+++ INFORMATION SUPPLIED
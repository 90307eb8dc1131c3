using System.Net.Sockets;
using Microsoft.Data.Sqlite;
using Npgsql;

namespace TeachServe.Server.Infrastructure;

/// <summary>
/// Tells a database that cannot be reached (or is too busy to answer) from a bug or a rejected write, so the
/// former becomes 503 with Retry-After instead of 500. Nothing is cached: once the database answers again,
/// the next request simply succeeds.
/// </summary>
public static class DatabaseUnavailable
{
    /// <summary>How long clients are asked to wait before retrying.</summary>
    public static readonly TimeSpan RetryAfter = TimeSpan.FromSeconds(5);

    public static bool Is(Exception exception)
    {
        for (var e = exception; e is not null; e = e.InnerException)
        {
            switch (e)
            {
                // Server errors (constraint violations, bad SQL) are ours to fix, except the transient classes:
                // connection failures, shutdowns, too many connections, serialization failures.
                case PostgresException pg:
                    return pg.IsTransient;
                case NpgsqlException:
                    return true;
                case SocketException:
                    return true;
                // SQLITE_BUSY, SQLITE_LOCKED, SQLITE_CANTOPEN, SQLITE_IOERR
                case SqliteException { SqliteErrorCode: 5 or 6 or 14 or 10 }:
                    return true;
            }
        }
        return false;
    }
}
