using System.Buffers.Text;
using System.Text;

namespace TeachServe.Server.Infrastructure;

/// <summary>Opaque paging cursors: the last key seen, base64url-encoded so that clients do not build them.</summary>
public static class Cursor
{
    public const int DefaultLimit = 50;
    public const int MaxLimit = 500;

    public static string Encode(string lastKey) => Base64Url.EncodeToString(Encoding.UTF8.GetBytes(lastKey));

    /// <summary>
    /// The last key in <paramref name="cursor"/> (empty when none was given: keys are never empty), or 400 naming
    /// <paramref name="parameter"/>.
    /// </summary>
    public static Outcome<string> Read(string? cursor, string parameter)
    {
        if (string.IsNullOrEmpty(cursor)) return "";
        if (cursor.Length <= 200 && Base64Url.IsValid(cursor))
        {
            try
            {
                return Encoding.UTF8.GetString(Base64Url.DecodeFromChars(cursor));
            }
            catch (FormatException)
            {
                // Not ours: answered below like any other foreign cursor.
            }
        }
        return NotACursor(parameter);
    }

    /// <summary>A cursor over numeric keys: the last key (0 when none was given), or 400.</summary>
    public static Outcome<long> ReadNumber(string? cursor, string parameter)
    {
        var text = Read(cursor, parameter);
        if (!text.Succeeded) return text.Problem;
        if (text.Value.Length == 0) return 0L;
        return long.TryParse(text.Value, out var n) && n >= 0 ? n : NotACursor(parameter);
    }

    /// <summary>A page over numeric keys: the key to start after (0 for the first page) and the page size, or 400 for either.</summary>
    public static Outcome<(long After, int Take)> ReadNumberPage(string? cursor, string parameter, int? limit)
    {
        var after = ReadNumber(cursor, parameter);
        if (after.Problem is { } badCursor) return badCursor;
        var take = PageSize(limit);
        if (take.Problem is { } badLimit) return badLimit;
        return (after.Value, take.Value);
    }

    /// <summary>The page size: <see cref="DefaultLimit"/> when none was given, or 400 outside 1 to <see cref="MaxLimit"/>.</summary>
    public static Outcome<int> PageSize(int? limit) => limit switch
    {
        null => DefaultLimit,
        < 1 or > MaxLimit => Problems.BadRequest($"'limit' must be between 1 and {MaxLimit}."),
        _ => limit.Value,
    };

    private static Microsoft.AspNetCore.Http.HttpResults.ProblemHttpResult NotACursor(string parameter) => Problems.BadRequest($"'{parameter}' is not a cursor returned by this API.");
}
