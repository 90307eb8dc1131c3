namespace TeachServe.Server.Infrastructure;

/// <summary>Everything an operator can set, bound from the <c>TeachServe</c> configuration section.</summary>
public sealed class TeachServeOptions
{
    public const string Section = "TeachServe";

    /// <summary>Server admin key. When unset, one is generated on first start, printed once and stored hashed.</summary>
    public string? AdminKey { get; set; }

    /// <summary>
    /// Key of the audit log's worker subjects (HMAC-SHA256), at least 16 characters. When unset, one is generated on
    /// first start and stored in the database; nodes sharing a database share it.
    /// </summary>
    public string? AuditKey { get; set; }

    /// <summary>Folder for the SQLite database (relative paths are resolved against the working directory).</summary>
    public string DataDirectory { get; set; } = "data";

    /// <summary>Load the <c>leaf-symptoms</c> demo project on first start.</summary>
    public bool LoadDemo { get; set; } = true;

    /// <summary>Folder of the demo project (project.json + items.jsonl); defaults to the copy shipped beside the server.</summary>
    public string? DemoProjectDirectory { get; set; }

    /// <summary>Base address used in annotator launch links; defaults to the address of the incoming request.</summary>
    public string? PublicBaseUrl { get; set; }

    /// <summary>Write the keys and demo link to standard output on first start.</summary>
    public bool PrintStartupBanner { get; set; } = true;

    /// <summary>A session token stops working after this long without use.</summary>
    public TimeSpan SessionIdleTimeout { get; set; } = TimeSpan.FromHours(4);

    public DatabaseOptions Database { get; set; } = new();
    public RateLimitOptions RateLimit { get; set; } = new();
    public UploadOptions Uploads { get; set; } = new();
    public WebhookOptions Webhooks { get; set; } = new();
    public CompileOptions Compile { get; set; } = new();
    public CacheOptions Cache { get; set; } = new();
    public ForwardedHeaderSettings ForwardedHeaders { get; set; } = new();
    public MediaOptions Media { get; set; } = new();
}

/// <summary>
/// The server's fetch of test items' images, which it serves to annotators under opaque per-session addresses
/// so the owner's address (which may name the item or its label) never reaches them.
/// </summary>
public sealed class MediaOptions
{
    /// <summary>Also fetch from loopback, private and link-local addresses: for single-host and test setups only.</summary>
    public bool AllowPrivateNetworks { get; set; }
    public TimeSpan ConnectTimeout { get; set; } = TimeSpan.FromSeconds(3);
    /// <summary>The whole fetch, body included.</summary>
    public TimeSpan Timeout { get; set; } = TimeSpan.FromSeconds(10);
    public long MaxBytes { get; set; } = 5 * 1024 * 1024;
}

public sealed class DatabaseOptions
{
    /// <summary><c>sqlite</c> (default) or <c>postgres</c>.</summary>
    public string Provider { get; set; } = DatabaseProviders.Sqlite;

    /// <summary>Connection string; for SQLite it defaults to <c>{DataDirectory}/teachserve.db</c>.</summary>
    public string? ConnectionString { get; set; }
}

public static class DatabaseProviders
{
    public const string Sqlite = "sqlite";
    public const string Postgres = "postgres";
}

public sealed class RateLimitOptions
{
    /// <summary>Requests per key (or per client address without a key) in one window.</summary>
    public int PermitLimit { get; set; } = 1200;
    public TimeSpan Window { get; set; } = TimeSpan.FromMinutes(1);

    /// <summary>
    /// Attempts per client address and window at the two doors that take a secret without a key (launch-link
    /// redemption and console sign-in); on top of <see cref="PermitLimit"/>, and per address, so one client
    /// cannot lock anybody else out.
    /// </summary>
    public int CredentialPermitLimit { get; set; } = 30;
}

public sealed class UploadOptions
{
    public long MaxUploadBytes { get; set; } = 32 * 1024 * 1024;
    public int MaxItemsPerUpload { get; set; } = 50_000;
    public int MaxItemsPerProject { get; set; } = 100_000;
}

public sealed class WebhookOptions
{
    public int MaxAttempts { get; set; } = 15;
    public TimeSpan InitialBackoff { get; set; } = TimeSpan.FromSeconds(10);
    public TimeSpan MaxBackoff { get; set; } = TimeSpan.FromHours(1);
    public TimeSpan RequestTimeout { get; set; } = TimeSpan.FromSeconds(10);
    /// <summary>Time to open the connection to a receiver; shorter than the attempt so an unreachable host frees its slot soon.</summary>
    public TimeSpan ConnectTimeout { get; set; } = TimeSpan.FromSeconds(3);
    /// <summary>Deliveries in flight at once to one destination (scheme, host, port), per node.</summary>
    public int MaxConcurrentPerDestination { get; set; } = 4;
    /// <summary>Deliveries in flight at once in all, per node.</summary>
    public int MaxConcurrentDeliveries { get; set; } = 64;
    /// <summary>Consecutive failed attempts after which a destination's circuit opens.</summary>
    public int BreakerFailures { get; set; } = 5;
    /// <summary>How long an open circuit posts nothing before one trial is let through.</summary>
    public TimeSpan BreakerCooldown { get; set; } = TimeSpan.FromMinutes(1);
    /// <summary>How often the outbox is scanned when nothing signals new work.</summary>
    public TimeSpan PollInterval { get; set; } = TimeSpan.FromSeconds(30);
    /// <summary>Also deliver to loopback, private and link-local addresses (a receiver on the same host or network).</summary>
    public bool AllowPrivateNetworks { get; set; }
}

public sealed class CompileOptions
{
    /// <summary>Projects with at most this many items compile within the request; larger ones in the background.</summary>
    public int InlineMaxItems { get; set; } = 5_000;

    /// <summary>Compiles running at once on this node (inline and background); a compile beyond them waits in the background queue (202).</summary>
    public int MaxConcurrent { get; set; } = 1;

    /// <summary>Model versions a project may hold (ready, failed or compiling); one more compile is refused with 409.</summary>
    public int MaxVersionsPerProject { get; set; } = 100;
}

public sealed class CacheOptions
{
    /// <summary>Compiled model versions kept in memory per node (least recently used first out; a miss reloads from the database).</summary>
    public int MaxModelVersions { get; set; } = 8;

    /// <summary>Running sessions whose engine state is kept in memory per node (least recently used first out; a miss replays events).</summary>
    public int MaxSessionStates { get; set; } = 4096;
}

public sealed class ForwardedHeaderSettings
{
    /// <summary>
    /// Addresses (<c>10.0.0.5</c>) or networks (<c>172.18.0.0/16</c>) of the reverse proxies whose <c>X-Forwarded-For</c>
    /// is believed. Empty (the default): the header is ignored and the client is the connection's peer.
    /// </summary>
    public List<string> KnownProxies { get; set; } = [];
}
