using TeachServe.Core.Fitting;
using TeachServe.Core.Model;
using TeachServe.Core.Projects;
using TeachServe.Core.Simulation;
using TeachServe.Core.Teaching;

namespace TeachServe.Core.Tests.Support;

/// <summary>
/// Records sessions of simulated learners (the assumed keep-or-redraw learner with known alpha and lapse) driven
/// through <see cref="SessionRun"/>, exactly as the server would record them.
/// </summary>
internal static class SimulatedSessions
{
    /// <summary>
    /// A gate that teaches every teach item (random order) and then tests on every test item without feedback:
    /// the longest records a model allows, for fitting.
    /// </summary>
    public static SessionOptions TeachAllThenTestAll(ModelVersion model) => new()
    {
        Policy = PolicyNames.Random,
        Gate = new GateSettings
        {
            TargetError = 0.001,
            Confidence = 0.999,
            MaxTeachingItems = model.TeachCount,
            Retakes = 0,
            Test = new TestSettings { Mode = TestModes.Fixed, MaxItems = model.TestCount },
        },
    };

    public static RecordedSession[] Record(ModelVersion model, SessionOptions options, double alpha, double lapse, int count, ulong seed)
    {
        var sessions = new RecordedSession[count];
        for (var i = 0; i < count; i++)
        {
            var learner = new SimulatedLearner(model, LearnerVariant.Assumed, alpha, lapse, options.Gate.TargetError, new SeededRandom(SeededRandom.Derive(seed, (ulong)i)));
            var run = SessionRun.Start(model, options with { Seed = SeededRandom.Derive(seed ^ 0xF17, (ulong)i) });
            var steps = new List<RecordedStep>();
            double? predicted = run.Phase == SessionPhase.Testing ? run.PredictedError : null;
            while (!run.IsEnded)
            {
                var item = run.CurrentItem;
                var teaching = run.Phase == SessionPhase.Teaching;
                var label = learner.Answer(item);
                var outcome = run.Answer(label);
                steps.Add(new RecordedStep(item, label, teaching));
                if (teaching)
                {
                    learner.SeeFeedback(item);
                }

                if (outcome.PhaseChanged && outcome.Phase == SessionPhase.Testing)
                {
                    predicted = outcome.PredictedError;
                }
            }

            sessions[i] = new RecordedSession(steps) { PredictedError = predicted };
        }

        return sessions;
    }
}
++++++
Answer with one number only: how many lines in the data contain the word "List"?

> _EXERCISE RESPONSE_:
2